今天回来的时候,他也故意问了一句开车的事情,来试探松田的视力问题。
因为他们基本断定了他的视力模糊是某种心理因素影响,很有可能就和他的记忆相关,比如为了避免疼痛持续或者其他更严重的应激反应,而出现的某种自我保护机制。
而答案如他所料,松田这两年从来没有开过车,也就是说他的视力问题早就出现了。
他不是最近遇到了他们,才开始想起来的,而是在漫长的时间里,无数次地反复遗忘反复记起,因此才能在错乱的记忆之中,如此准确迅速地定位他们的身份,确保自己不会伤害到他们。
答案如此残酷,让他仅仅触及了边角,就已经感觉到其中的鲜血淋漓。
诸伏景光强迫自己冷静,但松田阵平却主动提出了开车,似乎很确定自己的视力不会出问题。
为什么?是因为在你如今的记忆中,你始终是以科涅克的身份和我相处的,不涉及松田阵平,也就不会出现应激反应是吗?

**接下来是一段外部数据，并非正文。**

//! Stage 6b, wheel equations: wheel spin and the first-order relaxation of
//! slip ratio and slip angle.

use super::powertrain::WheelTorques;
use super::prepared::WheelConstants;
use super::state::{SLIP_ANGLE, SLIP_RATIO, State, WHEEL_SPEED};
use super::tyres::ContactPatches;

/// Below this contact-patch speed the slip equations use this speed instead, m/s.
///
/// Low-speed regularisation of the relaxation equations (common practice; see
/// Pacejka, *Tire and Vehicle Dynamics*, ch. 7 on the need for it as Vx → 0):
/// slips stay bounded from a standing start and lateral oscillation at rest is damped.
pub const LOW_SPEED: f64 = 0.5;

/// Wheel speed below which brake and rolling-resistance torques fade linearly to zero, rad/s.
///
/// A viscous regularisation of Coulomb friction near standstill (common
/// practice) so that a held brake does not chatter at zero wheel speed.
pub const STANDSTILL_WHEEL_SPEED: f64 = 1.0;

/// Writes the wheel-spin and slip derivatives of the four wheels into `d`.
///
/// - Iw·ω̇ = T_drive − (T_brake + T_roll)·fade − Fx·R, T_roll = f_r·Fz·R,
///   fade = clamp(ω/[`STANDSTILL_WHEEL_SPEED`], −1, 1);
/// - σκ·κ̇′ = (ω·R − Vcx) − |Vcx|·κ′ and σα·ṫ′ = −Vcy − |Vcx|·t′ with
///   t′ = tan α′ (Pacejka, *Tire and Vehicle Dynamics*, ch. 7, first-order
///   transient slip; |Vcx| floored at [`LOW_SPEED`]).
///
/// The divisions by Iw, σκ and σα are multiplications by the reciprocals of
/// [`WheelConstants`].
#[inline(always)]
pub fn wheel_equations(
    w: &WheelConstants,
    fz: &[f64; 4],
    patches: &ContactPatches,
    torques: &WheelTorques,
    x: &State,
    d: &mut State,
) {
    for i in 0..4 {
        let omega = x[WHEEL_SPEED + i];
        let fade = (omega / STANDSTILL_WHEEL_SPEED).clamp(-1.0, 1.0);
        let rolling = w.rolling_arm[i] * fz[i];
        let radius = w.radius[i];
        d[WHEEL_SPEED + i] =
            (torques.drive[i] - (torques.brake[i] + rolling) * fade - patches.fx[i] * radius)
                * w.inv_inertia[i];
        let vcx = patches.vcx[i];
        let v_ref = vcx.abs().max(LOW_SPEED);
        d[SLIP_RATIO + i] =
            (omega * radius - vcx - v_ref * x[SLIP_RATIO + i]) * w.inv_relaxation_longitudinal[i];
        d[SLIP_ANGLE + i] =
            (-patches.vcy[i] - v_ref * x[SLIP_ANGLE + i]) * w.inv_relaxation_lateral[i];
    }
}

/// Partial derivatives of each wheel's equations (see [`wheel_equations`])
/// with respect to that wheel's own spin and relaxed slips, at one state: the
/// fast part of the model that the additive Runge–Kutta solver treats
/// implicitly (`sim::ark`). Couplings between wheels (through the
/// differential and the loads) and to the body are left out: they are slow,
/// and any matrix here gives a consistent method; a closer one only allows
/// longer steps.
#[derive(Debug, Clone, Copy, Default, PartialEq)]
pub struct WheelJacobian {
    /// ∂ω̇/∂ω, 1/s.
    pub spin_spin: [f64; 4],
    /// ∂ω̇/∂κ′, rad/s².
    pub spin_slip: [f64; 4],
    /// ∂κ̇′/∂ω, 1/rad.
    pub slip_spin: [f64; 4],
    /// ∂κ̇′/∂κ′, 1/s.
    pub slip_slip: [f64; 4],
    /// ∂ṫ′/∂t′ (t′ = tan α′), 1/s.
    pub lateral: [f64; 4],
}

/// Step of the difference quotient for the longitudinal slip stiffness
/// ∂Fx/∂κ′ (dimensionless slip). A forward difference with a step near the
/// square root of the machine epsilon times the slip scale has an error of
/// about 1e-8 relative, far below what the splitting needs (from memory: Press et al.,
/// *Numerical Recipes*, 3rd ed., §5.7, eq. (5.7.5)).
const SLIP_STEP: f64 = 1e-8;

/// The [`WheelJacobian`] at state `x`, from the wheel loads `fz` (N), the
/// contact-patch speeds `vcx` (m/s) and longitudinal forces `fx` (N) and the
/// brake torques (N·m) of the evaluation at `x`. Differentiates the
/// expressions of [`wheel_equations`] term by term; ∂Fx/∂κ′ is a difference
/// quotient of the tyre model at the same loads and slip angles. The drive
/// torque's dependence on wheel speed (engine and motor maps) is left out.
pub fn wheel_jacobian(
    p: &super::Prepared,
    x: &State,
    fz: &[f64; 4],
    vcx: &[f64; 4],
    fx: &[f64; 4],
    brake: &[f64; 4],
) -> WheelJacobian {
    let w = &p.wheels;
    let kappa: [f64; 4] = std::array::from_fn(|i| x[SLIP_RATIO + i] + SLIP_STEP);
    let tan_alpha: [f64; 4] = std::array::from_fn(|i| x[SLIP_ANGLE + i]);
    let (fx_up, _) = p.tyres.forces(&kappa, &tan_alpha, fz);
    let mut j = WheelJacobian::default();
    for i in 0..4 {
        let omega = x[WHEEL_SPEED + i];
        let fade_slope = if omega.abs() < STANDSTILL_WHEEL_SPEED {
            1.0 / STANDSTILL_WHEEL_SPEED
        } else {
            0.0
        };
        let rolling = w.rolling_arm[i] * fz[i];
        let stiffness = (fx_up[i] - fx[i]) / SLIP_STEP;
        j.spin_spin[i] = -(brake[i] + rolling) * fade_slope * w.inv_inertia[i];
        j.spin_slip[i] = -stiffness * w.radius[i] * w.inv_inertia[i];
        let v_ref = vcx[i].abs().max(LOW_SPEED);
        j.slip_spin[i] = w.radius[i] * w.inv_relaxation_longitudinal[i];
        j.slip_slip[i] = -v_ref * w.inv_relaxation_longitudinal[i];
        j.lateral[i] = -v_ref * w.inv_relaxation_lateral[i];
    }
    j
}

松田阵平看了一眼汤锅,又看了一眼诸伏景光复杂的表情。
正在他打算放弃分析的时候,诸伏景光忽然说话了,
“等吃完饭之后,我们聊聊。”
松田阵平点点头,答应了下来。
一顿稍显沉默的夜宵过后,两人坐到了客厅。
即使是做好了要询问的准备,诸伏景光也依旧谨慎。
他虽然想试探松田阵平的记忆现在混乱到什么程度,还有多少是真实的部分。
但是也不可能在明知道松田会因为提到过去而出现严重的应激反应的时候,还故意说出指向明显的问题。

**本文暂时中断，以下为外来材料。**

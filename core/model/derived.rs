//! Quantities derived from a state and its evaluation: speed, sideslip, path
//! curvature and lateral offset. Defined once here; output channels,
//! controllers and stability analysis read them from [`derive()`] (or, with
//! only a state at hand, from [`sideslip`] and [`speed`]).

use super::{Evaluation, State, VX, VY, X, Y};

/// Below this speed the path curvature is reported as 0, m/s (the path of a
/// car at rest has no direction; common practice).
pub const CURVATURE_MIN_SPEED: f64 = 1e-3;

/// A point and heading in the ground plane (ISO 8855 earth axes): the line
/// from which [`Derived::lateral_offset`] is measured.
#[derive(Debug, Clone, Copy, Default, PartialEq)]
pub struct Pose {
    /// x position, m.
    pub x: f64,
    /// y position, m.
    pub y: f64,
    /// Heading, rad (positive anticlockwise from above).
    pub yaw: f64,
}

impl Pose {
    /// The CG position and heading of a state.
    pub fn of(state: &State) -> Self {
        Self {
            x: state[X],
            y: state[Y],
            yaw: state[super::YAW],
        }
    }
}

/// Quantities derived from one evaluation.
#[derive(Debug, Clone, Copy, Default, PartialEq)]
pub struct Derived {
    /// Magnitude of the CG velocity, m/s.
    pub speed: f64,
    /// Vehicle sideslip angle at the CG, rad; see [`sideslip`].
    pub sideslip: f64,
    /// Curvature of the CG path, 1/m (positive turning left); see [`derive()`].
    pub path_curvature: f64,
    /// Lateral displacement of the CG from the reference line, m (positive
    /// to the left of it).
    pub lateral_offset: f64,
}

/// Speed of the CG, m/s: √(vx² + vy²).
#[inline]
pub fn speed(x: &State) -> f64 {
    x[VX].hypot(x[VY])
}

/// Vehicle sideslip angle at the CG, rad: β = atan(vy/vx) (ISO 8855, angle
/// between the x axis and the velocity, positive when the velocity points
/// left of the x axis). Computed as atan2(vy, |vx|), which equals atan(vy/vx)
/// for vx > 0, stays within ±π/2, and is defined at vx = 0.
#[inline]
pub fn sideslip(x: &State) -> f64 {
    x[VY].atan2(x[VX].abs().max(1e-9))
}

/// Every derived quantity of state `x` with its evaluation `e`; lateral
/// offset from the line through `reference` along its heading.
///
/// Path curvature κ = (vx·ay − vy·ax)/V³, the curvature of a plane path
/// from its velocity and acceleration (κ = (ẋÿ − ẏẍ)/|v|³; e.g. Kreyszig,
/// *Advanced Engineering Mathematics*, §9.5, section from memory), with ax, ay the CG accelerations
/// in body axes, whose rotation drops out of the cross product. 0 below
/// [`CURVATURE_MIN_SPEED`]. Lateral offset: the component of the CG
/// displacement from the reference point along the reference line's left normal.
#[inline]
pub fn derive(x: &State, e: &Evaluation, reference: &Pose) -> Derived {
    let (vx, vy) = (x[VX], x[VY]);
    let v = speed(x);
    let path_curvature = if v > CURVATURE_MIN_SPEED {
        (vx * e.ay - vy * e.ax) / (v * v * v)
    } else {
        0.0
    };
    let (sin0, cos0) = reference.yaw.sin_cos();
    Derived {
        speed: v,
        sideslip: sideslip(x),
        path_curvature,
        lateral_offset: -(x[X] - reference.x) * sin0 + (x[Y] - reference.y) * cos0,
    }
}

#[cfg(test)]
mod tests {
    use super::*;
    use crate::model::{Commands, evaluate, straight_running};
    use crate::params::load_vehicle;

    /// Uniform circular motion (V, r = V/R, no sideslip): ay = V²/R, κ = 1/R;
    /// sideslip atan(vy/vx) for a small slip; offset of a point 3 m left.
    #[test]
    fn closed_forms() {
        let v = load_vehicle("scripts/vehicles/hybrid_crossover.toml".as_ref(), &[]).unwrap();
        let mut x = straight_running(&v, 20.0);
        let mut e = evaluate(&v, &x, &Commands::neutral(&v));
        e.ax = 0.0;
        e.ay = 20.0 * 20.0 / 80.0;
        let d = derive(&x, &e, &Pose::default());
        assert!((d.path_curvature - 1.0 / 80.0).abs() < 1e-15);
        assert_eq!(d.speed, 20.0);
        x[VY] = -0.5;
        assert!((sideslip(&x) - (-0.5_f64 / 20.0).atan()).abs() < 1e-15);
        x[X] = 10.0;
        x[Y] = 3.0;
        let d = derive(&x, &e, &Pose::default());
        assert!((d.lateral_offset - 3.0).abs() < 1e-15);
        let turned = Pose {
            yaw: std::f64::consts::FRAC_PI_2,
            ..Pose::default()
        };
        assert!((derive(&x, &e, &turned).lateral_offset + 10.0).abs() < 1e-12);
    }
}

他稍微思索了一下,试着绕开,于是斟酌着问,“我们两个第一次见面的时候,你为什么不直接说出科涅克的身份。”
松田阵平微微怔了一下,心想这是什么奇怪的问题?
既然景光已经确认了他是松田阵平,那为什么还故意强调第一次见面?
他又一次没跟上诸伏景光的脑回路,怀疑自己少看了几集,迷惑地打量了诸伏景光几眼。
难道景光是想要和他对剧本?
就像是他和降谷零那天见面的时候一样,先把之前可能留下的漏洞补上?
松田阵平自觉想明白了,于是考虑着苏格兰在组织内的风评,编造出了一个回答。
于是在诸伏景光眼里,对面的青年懒散地靠在沙发上,露出轻松的笑容。
“为什么要这么快说出来,你是琴酒的人,又这么快拿到代号,在组织内相当有名,我有点好奇。”
诸伏景光猛地攥紧了拳,心重重地沉了下去。
这个问题进可攻退可守,如果松田阵平这段记忆还算清晰的话,完全可以按照事实回答,比如当时还不认识苏格兰。
但是……
松田的理由逻辑自洽……他真的觉得自己是早就知道了诸伏景光等于苏格兰。
这还怎么问下去?
诸伏景光这一刻真切的哑口无言,但无言中又生出一种苦涩的愤怒。
他闭了闭眼,放弃了这个话题,转口问道,
“那你上个月忽然离开是去做什么了?可以和我说说吗?”
对面的青年僵硬了一下,眼神闪烁了起来。
“做一点小研究……唔,我负责的部门比较多。”
诸伏景光差点气笑了。
研究?什么研究能让你变成这样,你倒不如说是被研究算了。
明明对他们这么关心,轮到自己后,就恨不得裹得严严实实,一点问题都不肯露出来。
他深吸了一口气,
“那之后……近期还有这种研究吗?”
松田阵平的思路被他带歪,一瞬间想起来答应琴酒的事情。
武器部门,也算是他负责的研究吧?
“也有……”松田阵平琢磨着说,“有些新型武器需要改良和测试。”
“不过不会像现在一样,需要离开一整个月,上次是特殊情况。”
“……”诸伏景光盯着他毫无异样的表情,心中忽然生出寒意。
他在说什么?
他为什么会把武器研发,和组织对他的控制和操作相提并论?
窗户关得紧紧的,但这一刻就仿佛有寒风突然吹了进来,一直渗到诸伏景光的骨头里,让他情不自禁打了个冷颤。